Refer to an after-school question in Feynman's lecture notes.
It is known that the spaceship at rest in the initial state is subjected to a constant acceleration g', and the spaceship travels for time t for a stationary observer, find the distance x traveled by the spaceship, the speed v of the spaceship, the acceleration g of the spaceship, and the spaceship t'.

1. Find the relationship between acceleration a and a'.

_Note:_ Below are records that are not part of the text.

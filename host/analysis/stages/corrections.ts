// Stage: from the pendulum's T0 to g: the corrections of a real pendulum (pendulum-corrections.ts), and the g expected.
import type { Rig } from '../../../protocol/rig.ts';
import { normalGravityAtHeight } from '../normal-gravity.ts';
import { pendulumModel, type PendulumModel } from '../pendulum-corrections.ts';

/** T0 without the damping shift, and g from it. */
export interface Corrected {
  readonly model: PendulumModel | null;
  /** T0 (s) of the undamped pendulum: T0 / (1 + 1/(8Q²)); null without T0. */
  readonly T0: number | null;
  /** g = 4π²·L_eff·(1 + ε_air)²/T0² (m/s²); null without a rig or T0. */
  readonly g: number | null;
}

/** The corrections stage; Q (from the decay) sizes the damping correction. */
export function correctT0(rig: Rig | null, T0: number | null, Q: number | null): Corrected {
  const model = rig && T0 !== null ? pendulumModel(rig, (2 * Math.PI) / T0, Q) : null;
  const dampRel = model ? model.lines.find((l) => l.id === 'damping')!.period_rel : 0;
  const T0u = T0 !== null ? T0 / (1 + dampRel) : null;
  const g = model && T0u !== null ? (4 * Math.PI * Math.PI * model.L_eff_m * (1 + model.air_rel) ** 2) / (T0u * T0u) : null;
  return { model, T0: T0u, g };
}

/** Normal gravity at the rig's latitude and elevation (0 m when not given); null without a latitude. */
export function expectedGravity(rig: Rig | null): number | null {
  return rig && rig.latitude_deg !== undefined ? normalGravityAtHeight(rig.latitude_deg, rig.elevation_m ?? 0) : null;
}
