// Stage: the final T0, a line through the amplitude-reduced pass times (t0-line-fit.ts).
import type { Rig } from '../../../protocol/rig.ts';
import { midShiftPerMetre } from '../gate-offset.ts';
import type { SequencedPasses } from '../passes.ts';
import { fitT0Line, type T0Line } from '../t0-line-fit.ts';
import type { Periods } from './periods.ts';
import type { Reduction } from './reduction.ts';

/** T0 (s) with the line that gave it (null when the line could not be fitted: T0 is then the mean of periods). */
export interface T0Estimate {
  readonly T0: number | null;
  readonly line: T0Line | null;
}

/**
 * The line is far more efficient than the mean of the reduced periods, which stays for the per-swing table and the
 * running g. The fixed point of the reduction used the mean; the two differ by far less than the amplitude's
 * sensitivity to ω0 could feel. Slow passes (see periods.ts) are left out.
 */
export function lineT0(p: SequencedPasses, per: Periods, red: Reduction, rig: Rig | null, range?: readonly [number, number]): T0Estimate {
  if (red.T0mean === null) return { T0: null, line: null };
  // A range of passes (a block of the run, stages/environment.ts) is fitted on its own.
  const [lo, hi] = range ?? [0, p.t.length];
  const cut = (a: ArrayLike<number>): ArrayLike<number> => (range ? Array.from({ length: hi - lo }, (_, i) => a[lo + i]!) : a);
  const n = hi - lo;
  const use = new Uint8Array(n);
  for (let c = 0; c < n; c++) use[c] = p.index[lo + c]! >= 0 && !per.slow[lo + c] ? 1 : 0;
  const omega0m = (2 * Math.PI) / red.T0mean;
  const line = fitT0Line(
    { index: cut(p.index), segment: cut(p.segment), t: cut(p.td), amplitude: rig ? cut(red.amp) : new Float64Array(n), use },
    rig ? (th: number) => midShiftPerMetre(th, omega0m, rig.flag_width_m, rig.length_m) : null,
  );
  return { T0: line && Number.isFinite(line.T0) ? line.T0 : red.T0mean, line };
}
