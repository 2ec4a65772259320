// The one rounding of "value ± standard uncertainty" for every view (summary, live view, report).
//
// Rule (GUM, JCGM 100:2008 §7.2.6): the uncertainty u to two significant digits, the value rounded at the same
// decimal place; from u ≥ 10 that place is left of the point (6012 ± 312 → 6010 ± 310). From a million up both
// share a power of ten (1.24e18 ± 0.31e18). Without a usable u, the value alone to `sigWithout` significant digits.
// Coverage: every view shows the standard uncertainty u (k = 1); where it also shows the expanded uncertainty
// U = 2u, that is labelled k = 2 and rounded by the same rule (U to two digits, the value at U's place), through
// `roundAtK` and `quoteU` below, never by a caller's own toFixed/toPrecision. An uncertainty shown alone (`uAlone`)
// gets the same two digits.

/** From here up, digits stop being readable: value and u get a shared power of ten. */
const BIG = 1e6;

/** Decimal places that show `u` to two significant digits (negative: round to tens, hundreds…). */
export function decimalsForU(u: number): number {
  if (!(u > 0) || !Number.isFinite(u)) return 0;
  const d = 1 - Math.floor(Math.log10(u));
  // A carry to a third digit (0.0998 → 0.100) moves the place one left: two digits, 0.10.
  return Math.round(u * 10 ** d) >= 100 ? d - 1 : d;
}

/** `v` with `d` ≥ 0 decimals, "-0" shown as "0". */
function fixedPlain(v: number, d: number): string {
  const s = v.toFixed(Math.min(d, 20));
  return /^-0(\.0*)?$/.test(s) ? s.slice(1) : s;
}

/** `v` rounded at `d` decimals where d may be negative (d = −1 rounds to tens). */
function atPlace(v: number, d: number): string {
  return d >= 0 ? fixedPlain(v, d) : fixedPlain(Math.round(v / 10 ** -d) * 10 ** -d, 0);
}

/** `v` to `n` significant digits: plain decimals, or "1.24e18" from a million up. */
export function significant(v: number, n: number): string {
  if (v === 0 || !Number.isFinite(v)) return Number.isFinite(v) ? '0' : '—';
  if (Math.abs(v) >= BIG) return v.toExponential(n - 1).replace('e+', 'e');
  return fixedPlain(v, Math.max(0, n - 1 - Math.floor(Math.log10(Math.abs(v)))));
}

/** Value and standard uncertainty rounded together (ASCII minus; u null when not usable). */
export function roundWithU(v: number, u: number | null | undefined, sigWithout = 6): { value: string; u: string | null } {
  if (u === null || u === undefined || !(u > 0) || !Number.isFinite(u)) return { value: significant(v, sigWithout), u: null };
  if (u >= BIG) {
    const e = Math.floor(Math.log10(Math.max(Math.abs(v), u)));
    const k = 10 ** e;
    const d = Math.max(0, decimalsForU(u / k));
    return { value: `${fixedPlain(v / k, d)}e${e}`, u: `${fixedPlain(u / k, d)}e${e}` };
  }
  const d = decimalsForU(u);
  return { value: atPlace(v, d), u: atPlace(u, d) };
}

/** "value ± u unit" (or the value alone without u; "—" without a value). */
export function plusMinus(v: number | null | undefined, u: number | null | undefined, unit = '', sigWithout = 6): string {
  if (v === null || v === undefined || !Number.isFinite(v)) return '—';
  const r = roundWithU(v, u, sigWithout);
  return `${r.value}${r.u !== null ? ` ± ${r.u}` : ''}${unit}`;
}

/** An uncertainty shown without its value ("1.2 µs" of a pivot's period): two significant digits by the same rule. */
export function uAlone(u: number, unit = ''): string {
  return `${roundWithU(u, u).u ?? significant(u, 2)}${unit}`;
}

/** Coverage factor of a shown uncertainty: 1 for the standard uncertainty u, 2 for the expanded U = 2u. */
export type Coverage = 1 | 2;

const usable = (u: number | null | undefined): u is number => u !== null && u !== undefined && u > 0 && Number.isFinite(u);

/** Value and k·u rounded together by the rule above (k = 2: U gets its own two digits, the value U's place). */
export function roundAtK(v: number, u: number | null | undefined, k: Coverage, sigWithout = 6): { value: string; u: string | null } {
  return roundWithU(v, usable(u) ? k * u : null, sigWithout);
}

/**
 * The labelled form for a headline figure: "9.81272 ± 0.00056 m/s² (k = 1)", with `expanded` followed by
 * "; expanded 9.8127 ± 0.0011 m/s² (k = 2)". Without a usable u the value alone, unlabelled.
 */
export function quoteU(v: number | null | undefined, u: number | null | undefined, unit = '', opts: { readonly expanded?: boolean } = {}): string {
  const one = plusMinus(v, u, unit);
  if (v === null || v === undefined || !Number.isFinite(v) || !usable(u)) return one;
  const U = roundAtK(v, u, 2);
  return `${one} (k = 1)${opts.expanded ? `; expanded ${U.value} ± ${U.u}${unit} (k = 2)` : ''}`;
}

For the spaceship, there is formula 3:
$$g^{\prime }d{t}^{\prime }=d{v}^{\prime }$$
The formula 4 is obtained from the velocity synthesis formula:
$$v+dv=\frac{v+d{v}^{\prime }}{1+\frac{etc\_{\_}^{\prime }}{c^2}}$$
tidy up and omit $\frac{dvd{v}^{\prime }v}{c^2}$After the term, we get formula 5:
$$gdt=dv=g^{\prime }d{t}^{\prime }\ast k^2=g^{\prime }dt\ast k^3$$
The relationship formula 6 of the acceleration can be obtained:
$$g=g^{\prime }\ast k^3$$

2. Find the speed of the spaceship

由式5，$$g^{\prime }dt=\frac{dv}{(1-\frac{v^2}{c^2}{)}^{\frac{3}{2}}}$$
For the integral on the right, considering that v\c is greater than 0 and less than 1, we can set v\c=sina.
$${\int }_{}^{}(1-\frac{v^2}{c^2}{)}^{\frac{-3}{2}}dv=c{\int }_{}^{}(1-\frac{v^2}{c^2}{)}^{\frac{-3}{2}}d\frac{v}{c}=c{\int }_{}^{}(1-si{n}^{2}a{)}^{\frac{-3}{2}}dsina$$
because$dsina=cosada$ , finishing the right side is equal to$$c{\int }_{}^{}se{c}^{2}ada$$
table lookup$se{c}^{}$The integral of${}^2$$a$$d$$a$$tana$ , the original formula after arrangement is formula 7:
$$v=\frac{g^{\prime }t}{\sqrt{1+\frac{(g^{\prime }t{)}^2}{c^2}}}$$

3. Find the flight distance

From formula 7, flight distance:
$${\int }_{}^{}vdt={\int }_{}^{}\frac{g^{\prime }t}{\sqrt{1+\frac{(g^{\prime }t{)}^2}{c^2}}}dt$$
令$\frac{g^{\prime }t}{c}=u$，原式载
$$\frac{c^2}{g^{\prime }}{\int }_{}^{}\frac{u}{\sqrt{1+u^2}}du$$
再令$u=tana$ , the original formula is
$$\frac{c^2}{g^{\prime }}{\int }_{}^{}\frac{sin}{co{s}^{2a}\_}da$$
After looking up the table and integrating, the original formula is$$\frac{c^2}{g^{\prime }cosa}$$
由$\frac{g^{\prime }t}{c}=u$和$u=tana$ , the flight distance is formula 8:
$$x=\frac{c}{g^{\prime }}\sqrt{c^2+(g^{\prime }t{)}^2}{|}_{t1}^{t2}$$

4. Find the flight time t' of the spaceship

由$d^{\prime }t=\sqrt{1-\frac{v^2}{c^2}}dt$和$v=\frac{g^{\prime }t}{\sqrt{1+\frac{(g^{\prime }t{)}^2}{c^2}}}$，
得$$d{t}^{\prime }=\frac{c}{\sqrt{c^2+(g^{\prime }t{)}^2}}dt$$
令$u=\frac{g^{\prime }t}{c}$得$$d{t}^{\prime }=\frac{c}{g^{\prime }}\frac{1}{\sqrt{1+u^2}}du$$
令$u=tana$以及$dtana=se{c}^{2}ada$得
$$d{t}^{\prime }=\frac{c}{g^{\prime }}secada$$
table look-up integral
$$t^{\prime }=\frac{c}{g^{\prime }}ln(seca+tana)$$
由$\frac{g^{\prime }t}{c}=u$和$u=tana$，得
$$t^{\prime }=\frac{c}{g}ln(\frac{g^{\prime }t+\sqrt{c^2+(g^{\prime }t{)}^2}}{c})$$

5. Summary

Under the initial conditions of time and distance of 0, the spacecraft is subjected to acceleration g', then
$$g=g^{\prime }\ast k^3$$
$$v=\frac{g^{\prime }t}{\sqrt{1+\frac{(g^{\prime }t{)}^2}{c^2}}}$$
$$x=\frac{c}{g^{\prime }}\sqrt{c^2+(g^{\prime }t{)}^2}{|}_{t1}^{t2}$$
$$t^{\prime }=\frac{c}{g}ln(\frac{g^{\prime }t+\sqrt{c^2+(g^{\prime }t{)}^2}}{c})$$
take t=5 years ($5\ast 365\ast 24\ast 3600$ seconds), g'=9.8, c=300000000 Calculate it:
the running speed of the spaceship is 0.9817c.
The flight distance is 4.12 light-years.
The flight time on the spacecraft was 2.273 years.